New foundresses of fungus-growing ants face an additional set of challenges; not only must they become mothers, but they also commence their careers as farmers, establishing and growing the fungal garden that will eventually become the colony’s main source of nutrients. A fungus-farming foundress carries an inoculum of fungal hyphae from her natal nest to her own burrow and uses it to start her fungus farm. She tends both the fungus and her first worker brood until the latter eclose as adults, so her and her colony’s survival in this early phase is directly linked to her physical condition, as well as her maternal and agricultural skills. Once workers emerge, colony growth and survival then become inextricably linked to how well the fungus garden grows: as long as workers produce fungus faster than they eat it, both fungus and colony can grow—as long as the colony’s young queen can lay eggs fast enough to accommodate this growth. What happens if the young queen cannot lay eggs fast enough?

Mycocepurus smithii is a tiny fungus-growing ant, widespread across South and Central America and islands in the Caribbean. Studies of wild colonies indicate that the vast majority are monogynous, initiated by a single foundress, whereas older, larger colonies are polygynous, containing multiple egg layers (Fernandez-Marin et al. 2004, 2005). When should they switch from monogyny to polygyny? The answer should depend on the optimal balance between the growth of the ant worker force and growth of their fungus garden. Colonies that delay the switch to polygyny too long will not be able to tend their growing fungus garden adequately, whereas colonies that switch too early may consume fungus faster than they grow it, decreasing their food supply.
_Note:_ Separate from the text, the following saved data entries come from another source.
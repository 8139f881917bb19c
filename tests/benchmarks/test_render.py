"""What a whole render or comparison costs: seconds and peak memory of a fresh process, printed and never asserted.

Run with `python -m pytest tests/benchmarks/test_render.py --benchmark-enable --benchmark-only -s`.
"""

import os
import subprocess
import sys
from pathlib import Path

import pytest

ROOT = Path(__file__).resolve().parents[2]
SCENE = ROOT / "scenes" / "double_bow.toml"


def run(home, out, *options):
    """Render the first scene in a process of its own; returns its peak resident memory [bytes]."""
    peak = command(home, "render", str(SCENE), "-o", str(out), *options)
    assert out.read_bytes()[:4] == b"\x89PNG"
    return peak


def command(home, *arguments):
    """Run one command in a process of its own; returns its peak resident memory [bytes]."""
    environment = {**os.environ, "XDG_CACHE_HOME": str(home), "PYTHONPATH": str(ROOT)}
    process = subprocess.Popen(
        [sys.executable, "-m", "raytrace", *arguments], env=environment, stdout=subprocess.DEVNULL
    )
    _, status, usage = os.wait4(process.pid, 0)
    process.returncode = os.waitstatus_to_exitcode(status)
    assert process.returncode == 0
    # kilobytes on Linux, bytes on macOS
    return usage.ru_maxrss * (1 if sys.platform == "darwin" else 1024)


def report(capsys, benchmark, what, peak):
    with capsys.disabled():
        print(f"\n{what}: {benchmark.stats.stats.min:.2f} s at best, {peak / 1e9:.2f} GB at most")


@pytest.fixture(scope="module")
def home(tmp_path_factory):
    return tmp_path_factory.mktemp("cache")


@pytest.mark.skipif(not hasattr(os, "wait4"), reason="peak memory is read with wait4")
class TestWholeProcess:
    def test_very_first(self, benchmark, home, tmp_path, capsys):
        # machine code is compiled and tables are traced
        peak = benchmark.pedantic(run, (home, tmp_path / "a.png"), rounds=1)
        report(capsys, benchmark, "1280x720, the very first time", peak)

    def test_warm(self, benchmark, home, tmp_path, capsys):
        run(home, tmp_path / "a.png")
        peaks = []
        benchmark.pedantic(lambda: peaks.append(run(home, tmp_path / "a.png")), rounds=3)
        report(capsys, benchmark, "1280x720, warm caches", max(peaks))

    def test_large(self, benchmark, home, tmp_path, capsys):
        peak = benchmark.pedantic(run, (home, tmp_path / "a.png", "--size", "7680x4320"), rounds=1)
        report(capsys, benchmark, "7680x4320", peak)

    def test_compare(self, benchmark, home, capsys):
        # seven orders at 1 %, one drop
        command(home, "compare")
        peaks = []
        benchmark.pedantic(lambda: peaks.append(command(home, "compare")), rounds=5)
        report(capsys, benchmark, "compare, warm", max(peaks))

    def test_compare_scene(self, benchmark, home, capsys):
        command(home, "compare", str(SCENE))
        peaks = []
        benchmark.pedantic(lambda: peaks.append(command(home, "compare", str(SCENE))), rounds=3)
        report(capsys, benchmark, "compare with a scene, warm", max(peaks))
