impl Comments {
    /// Reads comment lines (with their numbers).
    pub fn read<'a>(lines: impl IntoIterator<Item = (usize, &'a str)>) -> Self {
        let mut comments = Self::default();
        for (line, text) in lines {
            comments.line(line, text);
        }
        if comments.launch.is_none()
            && let (Some(date), Some(start)) = (comments.date, comments.start)
        {
            comments.launch = when::utc(date.to_datetime(start));
        }
        if let (Some(latitude), Some(longitude)) = (comments.latitude, comments.longitude) {
            match position(latitude, longitude) {
                Some(position) => comments.station.position = Some(position),
                None => comments.notes.push(Note {
                    place: Place::File,
                    what: format!("{latitude}, {longitude} is no position and not used"),
                    why: String::new(),
                }),
            }
        }
        comments
    }

    fn line(&mut self, line: usize, text: &str) {
        let text = bare(text);
        if text.is_empty() {
            return;
        }
        let lower = text.to_lowercase();
        self.dropsonde |= lower.contains("dropsonde");
        if lower.starts_with("invented data") {
            self.demo = true;
            return;
        }
        let pairs = pairs(text);
        if !pairs.is_empty() {
            for (key, value) in pairs {
                self.entry(line, key, value);
            }
        } else if let Some((key, value)) = text.split_once(':') {
            self.entry(line, key, value);
        } else {
            self.unused.push(shortened(text));
        }
    }

    fn note(&mut self, line: usize, what: String, why: &str) {
        self.notes.push(Note {
            place: Place::Line(line),
            what,
            why: why.into(),
        });
    }

    fn entry(&mut self, line: usize, written: &str, value: &str) {
        let (key, value) = (plain_name(written), value.trim());
        if value.is_empty() {
            return;
        }
        let understood = match key.as_str() {
            "station" | "site" | "name" | "station_name" => {
                self.site(line, value);
                true
            }
            "wmo" | "wmo_id" | "wmo_number" => self.wmo(value),
            "wigos" | "wigos_id" => {
                self.station.wigos = Some(value.to_owned());
                true
            }
            "icao" | "icao_id" => {
                self.station.icao = Some(value.to_ascii_uppercase());
                true
            }
            "id" | "code" | "station_id" | "site_code" => {
                self.identifier(value);
                true
            }
            "time" | "launch" | "launch_time" | "release" | "release_time" | "start_utc"
            | "start" => self.launch(value),
            "nominal" | "nominal_time" => {
                self.nominal = when::timestamp(value);
                self.nominal.is_some()
            }
            "date" => {
                self.date = when::date(value);
                self.date.is_some()
            }
            "position" | "location" => self.position(value),
            "location_lon_lat_alt" => self.longitude_first(value),
            "lat" | "latitude" | "lon" | "longitude" => self.coordinate(&key, value),
            "elevation" | "elevation_m" | "alt_m" | "altitude_m" => {
                self.station.elevation = elevation(value);
                self.station.elevation.is_some()
            }
            "heights" | "height_reference" => self.heights(value),
            "demo" => match value.to_ascii_lowercase().as_str() {
                "true" | "yes" | "1" => {
                    self.demo = true;
                    true
                }
                "false" | "no" | "0" => true,
                _ => false,
            },
            _ => {
                self.unused.push(shortened(written.trim()));
                return;
            }
        };
        if !understood {
            self.note(
                line,
                format!(
                    "`{key}: {}` is not understood and not used",
                    shortened(value)
                ),
                match key.as_str() {
                    "time" | "launch" | "launch_time" | "release" | "release_time"
                    | "start_utc" | "start" | "nominal" | "nominal_time" | "date" => {
                        "write a time as 2031-05-17T18:00Z"
                    }
                    "position" | "location" => {
                        "write a position as latitude, longitude, elevation in metres"
                    }
                    _ => "",
                },
            );
        }
    }

    /// `NAME`, `NAME, COUNTRY / 01234`, `CODE;Name`, `ABCD Name`.
    fn site(&mut self, line: usize, value: &str) {
        let mut name = value;
        if let Some((code, rest)) = value.split_once(';') {
            self.identifier(code.trim());
            name = rest;
        }
        let mut pieces: Vec<&str> = name
            .split(" / ")
            .map(|piece| piece.trim().trim_end_matches('/').trim())
            .filter(|piece| !piece.is_empty())
            .collect();
        if let Some(last) = pieces.last().copied()
            && last.len() == 5
            && self.wmo(last)
        {
            pieces.pop();
        }
        let Some((first, others)) = pieces.split_first() else {
            return;
        };
        if !others.is_empty() {
            self.note(
                line,
                format!(
                    "`{}` in the site's name is not understood",
                    others.join(" / ")
                ),
                "",
            );
        }
        let mut name = *first;
        if let Some((word, rest)) = name.split_once(' ')
            && is_icao(word)
            && rest.chars().any(char::is_lowercase)
        {
            self.station.icao = Some(word.to_owned());
            name = rest;
        }
        self.station.name = Some(name.replace(" ,", ",").replace('_', " ").trim().to_owned());
    }

    fn wmo(&mut self, value: &str) -> bool {
        let number = crate::stations::wmo_number(value);
        let understood = number.is_some();
        self.station.wmo = number.or(self.station.wmo.take());
        understood
    }

    /// An identifier of unstated kind.
    fn identifier(&mut self, value: &str) {
        if is_icao(value) {
            self.station.icao = Some(value.to_owned());
        } else if value.len() != 5 || !self.wmo(value) {
            self.station.text = Some(value.to_owned());
        }
    }

    fn launch(&mut self, value: &str) -> bool {
        let nominal = value.to_ascii_lowercase().contains("nominal");
        match (when::timestamp(value), when::time_of_day(value)) {
            (Some(time), _) if nominal => self.nominal = Some(time),
            (Some(time), _) => self.launch = Some(time),
            (None, Some(start)) => self.start = Some(start),
            (None, None) => return false,
        }
        true
    }

    /// `latitude, longitude[, elevation]`.
    fn position(&mut self, value: &str) -> bool {
        let parts: Vec<&str> = value.split(',').map(str::trim).collect();
        match parts.as_slice() {
            [latitude, longitude] => self.place(latitude, longitude, None),
            [latitude, longitude, up] => self.place(latitude, longitude, Some(up)),
            _ => false,
        }
    }

    /// The last three of a list: longitude, latitude, height of the ground.
    fn longitude_first(&mut self, value: &str) -> bool {
        let parts: Vec<&str> = value.split(',').map(str::trim).collect();
        match parts.as_slice() {
            [.., longitude, latitude, up] => self.place(latitude, longitude, Some(up)),
            _ => false,
        }
    }

    /// All or nothing: an elevation beside an impossible position may belong to another place.
    fn place(&mut self, latitude: &str, longitude: &str, up: Option<&str>) -> bool {
        let position = degrees(latitude, ['N', 'S'])
            .zip(degrees(longitude, ['E', 'W']))
            .and_then(|(latitude, longitude)| position(latitude, longitude));
        let up = up.map(elevation);
        let understood = position.is_some() && up != Some(None);
        if understood {
            self.station.position = position;
            self.station.elevation = up.flatten().or(self.station.elevation);
        }
        understood
    }

    /// One coordinate of a pair that comes in two entries.
    fn coordinate(&mut self, key: &str, value: &str) -> bool {
        let (slot, letters) = if key.starts_with("lat") {
            (&mut self.latitude, ['N', 'S'])
        } else {
            (&mut self.longitude, ['E', 'W'])
        };
        *slot = degrees(value, letters);
        slot.is_some()
    }

    fn heights(&mut self, value: &str) -> bool {
        let value = plain_name(value);
        let above_ground = ["agl", "above_ground"]
            .iter()
            .any(|words| value.contains(words));
        let above_sea = ["msl", "asl", "above_sea", "above_mean_sea"]
            .iter()
            .any(|words| value.contains(words));
        self.heights_above_ground |= above_ground;
        above_ground != above_sea
    }
}
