/// The received levels from the surface of the profile to its top, in whichever order they came.
fn flight(view: &View) -> std::ops::Range<usize> {
    let profile = view.context.profile;
    let received = |row: usize| profile.received.get(row).copied().flatten();
    let surface = received(profile.surface.unwrap_or(0));
    let top = (0..profile.len()).rev().find_map(received);
    match (surface, top) {
        (Some(surface), Some(top)) => surface.min(top)..surface.max(top) + 1,
        _ => 0..view.context.sounding.levels.len(),
    }
}

/// Most steps go up in pressure: a sonde dropped from an aircraft.
fn falling_sonde(sequence: &[(f64, Option<usize>)]) -> bool {
    let up = sequence
        .windows(2)
        .filter(|pair| pair[1].0 > pair[0].0)
        .count();
    sequence.len() > 2 && 2 * up > sequence.len()
}

fn episodes(sequence: &[(f64, Option<usize>)], waiting: f64, tolerance: f64) -> Vec<Reversal> {
    let mut episodes: Vec<Reversal> = Vec::new();
    let mut lowest = f64::INFINITY;
    let mut open = false;
    for &(p, line) in sequence {
        if p <= lowest {
            lowest = p;
            open = false;
        } else if p > lowest + tolerance && lowest < waiting {
            match episodes.last_mut() {
                Some(last) if open => last.to = last.to.max(p),
                _ => episodes.push(Reversal {
                    from: lowest,
                    to: p,
                    line,
                }),
            }
            open = true;
        }
    }
    episodes
}

#[cfg(test)]
mod tests {
    use super::*;
    use crate::synthetic::{Air0, Scene, levels};

    #[test]
    fn clean_ascents_are_silent_and_so_are_the_parts_of_a_message() {
        for sounding in [
            Air0::default().ascent().fine(),
            Air0::default().ascent().coded(),
        ] {
            assert!(Scene::day(sounding).check(&LevelOrder).is_empty());
        }
        // Standard levels first, significant ones after: each list falls.
        let mut sounding = levels(&[
            (1000.0, 25.0, 15.0),
            (850.0, 14.0, 5.0),
            (700.0, 5.0, -8.0),
            (500.0, -12.0, -30.0),
            (1000.0, 25.0, 15.0),
            (920.0, 19.0, 12.0),
            (610.0, -2.0, -20.0),
        ]);
        for (i, level) in sounding.levels.iter_mut().enumerate() {
            level.kind = match i {
                0 | 4 => LevelKind::Surface,
                1..=3 => LevelKind::Standard,
                _ => LevelKind::SignificantThermal,
            };
        }
        assert!(Scene::day(sounding).check(&LevelOrder).is_empty());
    }

    #[test]
    fn a_shuffled_level_is_found() {
        let rows = [
            (1000.0, 25.0, 15.0),
            (700.0, 5.0, -8.0),
            (850.0, 14.0, 5.0),
            (500.0, -12.0, -30.0),
        ];
        let found = Scene::day(levels(&rows)).check(&LevelOrder);
        assert_eq!(found.len(), 1, "{found:#?}");
        assert!(
            found[0]
                .summary
                .contains("once, by up to 150.0 hPa at 700 hPa (line 3)"),
            "{}",
            found[0].summary
        );
    }

    #[test]
    fn one_pressure_with_two_values_is_found() {
        let rows = [
            (1000.0, 25.0, 15.0),
            (850.0, 14.0, 5.0),
            (850.0, 11.0, 5.0),
            (500.0, -12.0, -30.0),
        ];
        let found = Scene::day(levels(&rows)).check(&LevelOrder);
        assert_eq!(found.len(), 1, "{found:#?}");
        assert_eq!(
            found[0]
                .evidence("temperature_spread_k")
                .map(|k| (k * 10.0).round()),
            Some(30.0)
        );
        let mut alike = rows;
        alike[2] = (850.0, 14.2, 5.0);
        assert!(Scene::day(levels(&alike)).check(&LevelOrder).is_empty());
    }

    #[test]
    fn a_height_that_runs_backwards_is_found_once() {
        let mut sounding = Air0::default().ascent().fine();
        for level in sounding.levels.iter_mut().skip(800).take(100) {
            level.height = level.height.map(|z| z - 1000.0);
        }
        let found = Scene::day(sounding).check(&LevelOrder);
        assert_eq!(found.len(), 1);
        assert_eq!(found[0].grade, Grade::Erroneous);
        assert!((found[0].evidence("height_fall_m").unwrap() - 995.0).abs() < 10.0);
    }

    #[test]
    fn a_balloon_that_sinks_for_a_while_is_one_finding() {
        let mut ascent = Air0::default().ascent();
        let p: Vec<f64> = ascent.p.clone();
        let n = 600;
        for k in 0..60 {
            // Down by 60 samples and up again, written as the received order has it.
            ascent.p[n + k] = p[n - k];
        }
        let found = Scene::day(ascent.fine()).check(&LevelOrder);
        assert_eq!(
            found
                .iter()
                .filter(|finding| finding.summary.contains("Pressure rises"))
                .count(),
            1,
            "{found:#?}"
        );
    }
}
In this issue, Chi-Chun Fang and colleagues (Fang et al. 2019) describe a comprehensive set of experiments designed to test the hypothesis that in M. smithii, colony fitness is maximized by a transition from monogyny to polygyny at a particular queen-to-worker ratio that balances production and consumption of the fungus garden that feeds them. Fang et al. compared the growth and survival rates of colonies with different numbers of queens (0, 1, 5 or 10), different numbers of workers (from 6 to 90 in different trials), and different sizes of fungus gardens (0.1 g vs. 0.45 g), as well as interactions between worker number and initial garden size. Colony success was measured over the course of 31 weeks by measuring garden weight, since the size of the garden is directly related to the number and total mass of ants it can support.
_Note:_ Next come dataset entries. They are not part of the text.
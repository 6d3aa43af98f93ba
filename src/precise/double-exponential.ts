/**
 * Integrals over (-1, 1) of functions symmetrised about 0, by the trapezoidal rule after the
 * substitution h = tanh s, s = (pi/2) sinh t.
 *
 * The error of a step falls like e^(-constant/step), so each halving doubles the digits.
 */
import {
  type Arithmetic,
  add,
  exp,
  type Float,
  log2Estimate,
  multiply,
  pi,
  shift,
  toFloat,
} from './arithmetic.ts';

/** Halvings of the step before the rule gives up. */
const MAX_LEVELS = 16;
/** The first step is 1/2; this many halvings of 1. */
const FIRST_LEVEL = 1;

/**
 * The integrand at h = tanh s and at -h together, times dh/ds and the growth cosh t of s.
 *
 * @param decay - e^-s, at most 1
 * @param growth - cosh t
 * @param least - a number below whose last bit neither this nor any later value matters
 * @returns the value, or null where it and all later ones do not matter
 */
export type SymmetricIntegrand = (decay: Float, growth: Float, least: Float) => Float | null;

/** The integral with a relative error below 10^-accuracy. */
export function integrate(
  context: Arithmetic,
  accuracy: number,
  integrand: SymmetricIntegrand,
): Float {
  const { bits, one } = context;
  const zero: Float = { mantissa: 0n, exponent: 0 };
  const unit: Float = { mantissa: one, exponent: -bits };
  const quarterTurn = pi(bits) >> 1n;
  // h = 0 is its own mirror image.
  const centre = integrand(unit, unit, zero) ?? zero;
  let sum: Float = { ...centre, exponent: centre.exponent - 1 };
  let previous = zero;
  let agreedBefore = 0;
  for (let level = FIRST_LEVEL; level < MAX_LEVELS; level++) {
    const step = one >> BigInt(level);
    // The first level takes all multiples of the step, later ones the odd multiples.
    const stride = exponential(context, level === FIRST_LEVEL ? step : 2n * step);
    let grown = exponential(context, step);
    for (;;) {
      const shrunk = (one * one) / grown;
      const s = (quarterTurn * (grown - shrunk)) >> BigInt(bits + 1);
      const growth = toFloat(bits, (grown + shrunk) >> 1n, -bits);
      const value = integrand(exp(context, -s), growth, sum);
      if (value === null) break;
      sum = add(context, sum, value);
      grown = (grown * stride) >> BigInt(bits);
    }
    const current: Float = { mantissa: sum.mantissa, exponent: sum.exponent - level };
    const agreed = digitsAgreed(context, current, previous);
    // Once the digits are seen to double, those of this sum are known from the difference to the last.
    const doubling = agreedBefore > 6 && agreed > 1.7 * agreedBefore;
    if (agreed > accuracy + 1 || (doubling && 1.6 * agreed > accuracy + 1)) {
      return multiply(context, current, toFloat(bits, quarterTurn, -bits));
    }
    previous = current;
    agreedBefore = agreed;
  }
  throw new Error(`quadrature does not converge: ${agreedBefore.toFixed(0)} digits agree`);
}

/** e^x as a fixed-point number. */
function exponential(context: Arithmetic, x: bigint): bigint {
  const { mantissa, exponent } = exp(context, x);
  return shift(mantissa, exponent + context.bits);
}

/** Decimal digits in which two positive floats agree. */
function digitsAgreed(context: Arithmetic, x: Float, y: Float): number {
  if (y.mantissa === 0n) return 0;
  const difference = x.mantissa - shift(y.mantissa, y.exponent - x.exponent);
  if (difference === 0n) return Number.POSITIVE_INFINITY;
  const size = toFloat(context.bits, difference < 0n ? -difference : difference, x.exponent);
  return (log2Estimate(context, x) - log2Estimate(context, size)) * (Math.LN2 / Math.LN10);
}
Comparisons among colonies with different numbers of queens clearly demonstrated why colonies are mostly initiated by single foundresses. Single queen colonies had consistently larger gardens and thus larger food supplies than multiple queen colonies, and this advantage stemmed from faster garden growth in single queen colonies during the first 4 months of the experiment. Evidently, when more egg layers were present, more eggs were laid, colonies were larger, and they over-ate their food supply. Further comparisons demonstrated that the optimal timing for a colony’s switch to polygyny depended on the size of their garden. Colonies that started with 0.1 g of fungus maximized fungal growth at a queen-to-worker ratio of 1:60, whereas those that started with 0.45 g maximized growth at a ratio between 1:60 and 1:90. In fact, the only colonies that produced daughter queens were those with these experimental ratios of queens to workers. An interesting question concerns the cues that tell queens or their workers that it is time to produce additional gynes. Do fungus-growing ants somehow measure the size or quality of their garden to provide information about whether the workforce is sufficient or needs supplementing?
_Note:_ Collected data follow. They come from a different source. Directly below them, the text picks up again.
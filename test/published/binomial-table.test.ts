/**
 * Tabulated fair binomial probabilities.
 *
 * Source: "Handbook of Mathematical Functions", National Bureau of Standards (1964), section 26.1, whose
 * tables and those of "Tables of the Binomial Probability Distribution", National Bureau of Standards,
 * Applied Mathematics Series 6 (1950) give such sums to seven decimals. The values below, from memory of
 * the common short tables for p = 1/2, are the four-decimal entries printed in most statistics texts.
 */
import { originInHull } from 'hullgauge';
import { binomialCdf } from 'hullgauge/special';
import { expect, it } from 'vitest';

/** [n, k, P(X <= k)] for a fair coin. */
const TABLE = [
  [5, 0, 0.0312],
  [5, 1, 0.1875],
  [5, 2, 0.5],
  [10, 2, 0.0547],
  [10, 3, 0.1719],
  [10, 5, 0.623],
  [10, 8, 0.9893],
  [15, 4, 0.0592],
  [15, 7, 0.5],
  [20, 5, 0.0207],
  [20, 9, 0.4119],
  [20, 13, 0.9423],
  [25, 8, 0.0539],
  [25, 12, 0.5],
  [25, 17, 0.9784],
] as const;

it.each(TABLE)('P(Bin(%i, 1/2) <= %i) = %f', (n, k, probability) => {
  // Half a unit of the fourth decimal, and the tie at 0.03125 that tables round down.
  expect(Math.abs(binomialCdf(k, n).value - probability)).toBeLessThanOrEqual(0.5001e-4);
  expect(originInHull({ n: n + 1, d: k + 1 }).complement).toBe(binomialCdf(k, n).value);
});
Social insect colonies as different as those of fungus-growing ants and sweat bees face the problem of how to match brood production to resource production. In both cases, colonies that are usually initiated by a single foundress eventually become polygynous. In eusocial sweat bees, this tends to happen late in the annual colony cycle, when foragers provide pollen resources for brood at rates high enough to outstrip the queen’s egg-laying ability (Richards and Packer 1995). When this happens, workers begin laying eggs that will become future reproductives, so the switch from single to multiple egg layers signals the end of the colony cycle. This is an interesting contrast with the situation in fungus-growing ants whose colonies are perennial and last for years, because their switch to polygyny happens relatively early. Indeed, their colonies can only grow to large sizes after the switch, when multiple queens are laying eggs.